October 23, 2014
By Riley McDermid, BioSpace.com Breaking News Sr. Editor
Celgene ’s stellar third quarter results have once again wowed Wall Street analysts, who said Thursday that they were pleasantly surprised by the company’s increasing earnings per share outlook, 19 percent boost in Revlimid sales and 18 percent revenue jump.
Summit, N.J.-based Celgene beat the consensus estimates, coming in at an adjusted per-share earnings outlook for the year to a range of $3.65 to $3.70, up from $3.60 to $3.65.

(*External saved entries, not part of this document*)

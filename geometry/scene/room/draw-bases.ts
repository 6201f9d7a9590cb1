import type { Base } from '../../core/layout';
import type { Point, Polygon } from '../../core/point';
import { alongWall, type WallFrame } from '../../top/wall-frame';
import type { DrawItem, Ink, Stroke } from '../display-list';
import { text } from './scene-styles';
import { WALL_THICKNESS } from './wall-bodies';

const DASHED = [3, 3];
const BLOCKED = [8, 5];

/** Words for what stands along a wall; a cabinet needs none. */
const WORDS: Readonly<Record<Base['kind'], string>> = {
  cabinet: '',
  'corner base': '',
  'sink base': 'Sink',
  dishwasher: 'Dishwasher',
  range: 'Range',
  opening: 'Opening',
  window: '',
  pipe: '',
};

/** Cabinets, appliances, windows and pipes along a wall, dashed: they are there, nobody cuts them. */
export function drawBase(base: Base, wall: WallFrame, selected = false): DrawItem[] {
  const frame = new BaseFrame(base, wall);
  if (selected) return [...frame.handles(), ...drawBase(base, wall)];
  if (base.kind === 'window') return frame.window();
  if (base.kind === 'pipe') return frame.pipe();
  return [...frame.box(), ...frame.inside(), ...frame.label()];
}

class BaseFrame {
  private readonly from: number;
  private readonly to: number;
  private readonly blocked: boolean;
  private readonly tag: { readonly layer: 'bases'; readonly id: string };

  constructor(
    private readonly base: Base,
    private readonly wall: WallFrame,
  ) {
    this.from = base.from;
    this.to = alongWall(wall, base.to);
    this.blocked = base.access === 'none';
    this.tag = { layer: 'bases', id: base.id };
  }

  /** `x` along the wall from its left end, `y` into the room, inches. */
  private at(x: number, y: number): Point {
    const { start, along, inward } = this.wall;
    return [start[0] + along[0] * x + inward[0] * y, start[1] + along[1] * x + inward[1] * y];
  }

  private rect(from: number, to: number, near: number, far: number): Polygon {
    return [this.at(from, near), this.at(from, far), this.at(to, far), this.at(to, near)];
  }

  private ink(): Ink {
    return this.blocked ? 'red' : 'ink2';
  }

  box(): DrawItem[] {
    const stroke: Stroke = { ink: this.ink(), width: this.blocked ? 1.8 : 1.3, dash: this.blocked ? BLOCKED : DASHED };
    const outline = this.rect(this.from, this.to, 0, this.base.depth);
    return [{ ...this.tag, kind: 'polygon', outline, stroke }];
  }

  /** What is open for change: a chalk ground and a grip at either edge. */
  handles(): DrawItem[] {
    const depth = Math.max(this.base.depth, 2);
    const grip = (x: number): DrawItem => {
      return { ...this.tag, kind: 'mark', at: this.at(x, depth / 2), mark: 'dot', size: 16, ink: 'chalk' };
    };
    const outline = this.rect(this.from, this.to, 0, depth);
    const ground: DrawItem = { ...this.tag, kind: 'polygon', outline, fill: 'chalkT', stroke: { ink: 'chalk', width: 3 } }; // prettier-ignore
    return [ground, grip(this.from), grip(this.to)];
  }

  inside(): DrawItem[] {
    const middle = this.at((this.from + this.to) / 2, this.base.depth / 2);
    if (this.blocked) return [{ ...this.tag, kind: 'mark', at: middle, mark: 'noAccess', size: 24, ink: 'red' }];
    if (this.base.kind === 'sink base') return [this.basin()];
    if (this.base.kind === 'range') return this.burners();
    return [];
  }

  private basin(): DrawItem {
    const { depth } = this.base;
    const inset = Math.min(2.5, depth / 6);
    const outline = this.rect(this.from + inset, this.to - inset, depth * 0.22, depth * 0.82);
    return { ...this.tag, kind: 'polygon', outline, stroke: { ink: 'ink2', width: 1.3 } };
  }

  private burners(): DrawItem[] {
    const width = this.to - this.from;
    const radius = Math.min(width, this.base.depth) * 0.13;
    return [0.28, 0.72].flatMap((x) =>
      [0.28, 0.72].map((y): DrawItem => {
        const centre = this.at(this.from + x * width, y * this.base.depth);
        const circle = { centre, radius, start: 0, end: 2 * Math.PI } as const;
        return { ...this.tag, kind: 'arc', ...circle, stroke: { ink: 'ink2', width: 1.3 } };
      }),
    );
  }

  label(): DrawItem[] {
    const words = this.base.label ?? WORDS[this.base.kind];
    if (!words) return [];
    const width = Math.round((this.to - this.from) * 16) / 16;
    const at = this.at((this.from + this.to) / 2, this.base.depth);
    const shift = [this.wall.inward[0] * 44, this.wall.inward[1] * 18] as const;
    return [
      {
        ...this.tag,
        kind: 'runs',
        at,
        runs: [{ text: `${words} ` }, { inches: width, step: '1/16' }],
        style: text.fixture,
        anchor: 'middle',
        middle: true,
        shift,
      },
    ];
  }

  /** Two lines in the wall's body. */
  window(): DrawItem[] {
    const stroke: Stroke = { ink: 'ink', width: 1.6 };
    const frame = this.rect(this.from, this.to, -WALL_THICKNESS, 0);
    const glass = [this.at(this.from, -WALL_THICKNESS / 2), this.at(this.to, -WALL_THICKNESS / 2)];
    return [
      { ...this.tag, kind: 'polygon', outline: frame, fill: 'card', stroke },
      { ...this.tag, kind: 'polyline', points: glass, stroke },
    ];
  }

  pipe(): DrawItem[] {
    const radius = Math.max((this.to - this.from) / 2, 0.5);
    const centre = this.at((this.from + this.to) / 2, radius);
    return [
      { ...this.tag, kind: 'arc', centre, radius, start: 0, end: 2 * Math.PI, stroke: { ink: 'ink2', width: 1.6 } },
      { ...this.tag, kind: 'mark', at: centre, mark: 'dot', size: 5, ink: 'ink2' },
    ];
  }
}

Much of Celgene’s boom rests on its blood cancer blockbuster Revlimid, but it also saw cancer treatment Abraxane climb 25.1 percent to $212.2 million for the third quarter. Newcomer arthritis treatment Otezla finally hit the market after a few failures at the FDA slowed its progress but weighed in with $508.5 million in profit for the quarter.
All of those number had analysts pleased that the company had outperformed estimates.
“Total revenue and EPS were a bit ahead of the Street and we are impressed with the pace of Revlimid growth driven largely by volume,” wroteJoshua Schimmer, an analyst with Piper Jaffray. “While the quarter wasn’t a blow-out, we are comfortable that LT prospects for CELG remain strong. CELG appears to be well positioned to deliver sustainable mid-20 percent EPS growth for the foreseeable future.”
Calling the results “another fine quarter,” Schimmer added that new data presented this week for Celgene’s Crohn’s disease drug GED-0301 could give the firm an even higher boost in coming quarters.
“The data looks very impressive and is certainly in line with our high expectations. Remission rate in placebo arm (9.5 percent) seems to be low given the ‘wandering’ placebo effect in this disease,” wrote Schimmer in a note to investors.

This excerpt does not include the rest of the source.